Tiba-tiba suasanya menjadi sangat hening. Tidak ada hembusan angin yang membelai dedaunan diluar sana pun dengan binatang malam yang seolah membisu. Tama tertegun sejenak. Dia yang semua bersandar pun menegak karena merasakan bulu romanya yang menegak. Nafasnya menderu. Perasaannya sangat tidak enak.

Tiba-tiba dari pintu utama yang terbuka, masuklah sekelebat bayangan putih yang melintas didepannya dengan sangat cepat. Tama hampir melonjak dibuatnya. Tatapannya nanar melihat ke arah ruang tengah. Lantas dia teringat dengan mahluk mengerikan yang dia temui di ruang rahasia itu.

Tunggu dulu

Dia tercenung sesaat setelah menyadari sesuatu. Hantu yang dia temui di rumah ini sama persis dengan hantu yang dia temui di rumah belanda yang estetik itu. Hantu kebaya merah dengan jarik yang dipenuhi oleh darah. Sebuah pertanyaan besar timbul dibenaknya. Kenapa hantu itu terus menghantuinya.

Di tengah pikirannya yang berkecamuk, tiba-tiba pintu kamar Raflia terbuka seperti dibanting. Lalu munculah Raflina. wajah gadis itu tampak pucat, matanya terbelalak lebih besar dari biasanya, serta dia menyeringai seperti psikopat.

Tama pun bangkit dan segera menghampiri pacarnya itu. Memeluknya dengan sangat erat sambil berkata minta maaf atas perkataannya tadi. Sekilas Tama mencium bau anyir seperti darah, tapi dia mengabaikannya. Dia lebih terfokus kepada Raflina.

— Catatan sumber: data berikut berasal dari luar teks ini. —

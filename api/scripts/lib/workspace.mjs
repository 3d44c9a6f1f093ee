// Helpers shared by npm start and npm test. Node built-ins only.
import { spawn, spawnSync } from 'node:child_process';
import { existsSync, mkdirSync, readFileSync, writeFileSync } from 'node:fs';
import { randomBytes } from 'node:crypto';
import { dirname, join, resolve } from 'node:path';
import { fileURLToPath } from 'node:url';
import { aptInstall } from './mariadb.mjs';

export const ROOT = resolve(dirname(fileURLToPath(import.meta.url)), '../../..');

/** @param {string} message */
export function step(message) {
  console.log(`\n▸ ${message}`);
}

/**
 * Runs a command in the foreground; throws with its name when it fails.
 * @param {string} cmd
 * @param {string[]} args
 * @param {import('node:child_process').SpawnSyncOptions} [opts]
 */
export function run(cmd, args, opts = {}) {
  const r = spawnSync(cmd, args, { cwd: ROOT, stdio: 'inherit', ...opts, env: { ...process.env, ...(opts.env ?? {}) } });
  if (r.status !== 0) throw new Error(`${[cmd, ...args].join(' ')} failed (exit ${r.status ?? r.signal}).`);
  return r;
}

/** npm ci when node_modules is absent (or older than the lock file). */
export function ensureNodeModules() {
  const marker = join(ROOT, 'node_modules', '.package-lock.json');
  const lock = join(ROOT, 'package-lock.json');
  if (existsSync(marker) && readFileSync(marker, 'utf8').length > 0) return;
  step('Installing packages (npm ci)…');
  run('npm', ['ci', '--no-audit', '--no-fund'], { env: { CI: process.env.CI ?? '' } });
  if (!existsSync(lock)) throw new Error('package-lock.json is missing.');
}

/** @param {string[]} packages Debian packages the tests need, each installed when its program is missing. */
function ensureDebian(packages) {
  /** @type {Record<string, string>} */
  const programs = { chromium: '/usr/bin/chromium', 'poppler-utils': '/usr/bin/pdftoppm' };
  const missing = packages.filter((p) => !existsSync(programs[p] ?? p));
  if (missing.length === 0) return;
  step(`Not found: installing Debian’s ${missing.join(' and ')} for the tests…`);
  aptInstall(missing);
}

/** Chromium for the browser tests. */
export function ensureChromium() {
  ensureDebian(['chromium']);
}

/** poppler-utils' pdftoppm, which turns label PDFs into images for the barcode tests. */
export function ensurePoppler() {
  ensureDebian(['poppler-utils']);
}

/** Builds shared, api and web. */
export function buildAll() {
  step('Building shared, api and web…');
  run('npm', ['run', 'build', '-w', 'shared']);
  run('npm', ['run', 'build', '-w', 'api']);
  run('npm', ['run', 'build', '-w', 'web']);
}

/**
 * A signing secret kept under .data so that sessions survive a restart.
 * @param {string} dir
 */
export function localSecret(dir) {
  mkdirSync(dir, { recursive: true });
  const file = join(dir, 'jwt-secret');
  if (!existsSync(file)) writeFileSync(file, randomBytes(32).toString('hex'), { mode: 0o600 });
  return readFileSync(file, 'utf8').trim();
}

/**
 * Starts a long-running child by its binary (so its pid is the server's own).
 * @param {string} cmd
 * @param {string[]} args
 * @param {NodeJS.ProcessEnv} env
 * @param {{ cwd?: string; stdio?: import('node:child_process').StdioOptions }} [opts]
 * @returns {import('node:child_process').ChildProcess}
 */
export function startChild(cmd, args, env, opts = {}) {
  return spawn(cmd, args, { cwd: opts.cwd ?? ROOT, env: { ...process.env, ...env }, stdio: opts.stdio ?? 'inherit' });
}

/**
 * Waits until `url` answers 2xx, failing at once if `child` (the server) stops first.
 * @param {string} url
 * @param {number} [timeoutMs]
 * @param {import('node:child_process').ChildProcess} [child]
 */
export async function waitForHttp(url, timeoutMs = 60_000, child) {
  const deadline = Date.now() + timeoutMs;
  while (Date.now() < deadline) {
    if (child && child.exitCode !== null) throw new Error(`The server stopped (exit ${child.exitCode}) before answering ${url}.`);
    try {
      const res = await fetch(url);
      if (res.ok) return;
    } catch {
      /* not yet */
    }
    await new Promise((r) => setTimeout(r, 200));
  }
  throw new Error(`No answer from ${url} within ${timeoutMs / 1000} s.`);
}

/**
 * The private database's two users: the owner migrates (and grants), the API runs as the runtime
 * user, who may only read and add audit_events rows (see mariadb.mjs createDatabase).
 */
export const DB_USERS = {
  user: 'crumbproof',
  password: 'crumbproof-local',
  runtimeUser: 'crumbproof_app',
  runtimePassword: 'crumbproof-app-local',
};

/** @param {{ port: number; database: string }} where */
export function dbEnv({ port, database }) {
  return {
    DB_HOST: '127.0.0.1',
    DB_PORT: String(port),
    DB_NAME: database,
    DB_USER: DB_USERS.runtimeUser,
    DB_PASSWORD: DB_USERS.runtimePassword,
    DB_OWNER_USER: DB_USERS.user,
    DB_OWNER_PASSWORD: DB_USERS.password,
  };
}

Beberapa saat kemudian, Tama melepas pelukannya. Dia memandang wajah Raflina yang masih tersenyum psikopat dengan mata yang terbelalak. Tama menangkap bahwa gadis itu telah memaafkannya dan berniat untuk pulang ke rumah.

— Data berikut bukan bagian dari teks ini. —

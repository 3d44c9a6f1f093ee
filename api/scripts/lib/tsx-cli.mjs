// Runs a command-line program of api/src/cli through tsx from the repository root, passing the
// arguments on and exiting with the program's own exit code.
import { spawnSync } from 'node:child_process';
import { dirname, join } from 'node:path';
import { fileURLToPath } from 'node:url';

const root = join(dirname(fileURLToPath(import.meta.url)), '..', '..', '..');

/**
 * Runs api/src/cli/NAME.ts with the arguments npm was given.
 * @param {string} name
 */
export function runCli(name) {
  process.exit(runCliStatus(name));
}

/**
 * Runs api/src/cli/NAME.ts with the arguments npm was given and these settings added to the
 * environment, answering its exit code.
 * @param {string} name
 * @param {Record<string, string>} [env]
 * @returns {number}
 */
export function runCliStatus(name, env = {}) {
  const tsx = join(root, 'node_modules', '.bin', process.platform === 'win32' ? 'tsx.cmd' : 'tsx');
  // --conditions=source resolves @crumbproof/shared to its TypeScript source (no build needed).
  // Paths on the command line are read from where the user ran npm (INIT_CWD), not the root.
  const run = spawnSync(tsx, ['--conditions=source', join(root, 'api', 'src', 'cli', `${name}.ts`), ...process.argv.slice(2)], {
    cwd: process.env.INIT_CWD ?? process.cwd(),
    stdio: 'inherit',
    env: { ...process.env, ...env },
  });
  if (run.error) {
    process.stderr.write(`Cannot run ${tsx}: ${run.error.message}\n`);
    return 1;
  }
  return run.status ?? 1;
}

"Tidurlah bersamaku disini." lirihnya dengan suara datar. Tama menaikan alisnya sebelah. Tidak biasanya tunangannya ini memintanya untuk tidur bersamanya. Paling banter kalau menginap, dia tidur di sofa, tidak pernah sekamar.

"Kamu serius?"

Gadis itu tidak menanggapi perkataan Tama. Dia menarik tangan pria itu dan memintanya untuk terbalik di kamar. Tama yang belum percaya sepenuhnya lantas menurutinya. Sebenernya jauh di dalam hatinya, dia sangat menginginkan hal ini. Dengan sangat antusias, dia tidur telentang. Lalu perempuan itu mengambil posisi tidur diatas dada Tama dan memeluknya dengan sangat erat. Tama memejamkan mata sambil tersenyum. Tangannya sibuk mengelus-elus rambut kekasihnya itu, yang tidak dia sadari adalah jelmaan dari mahluk mengerikan itu.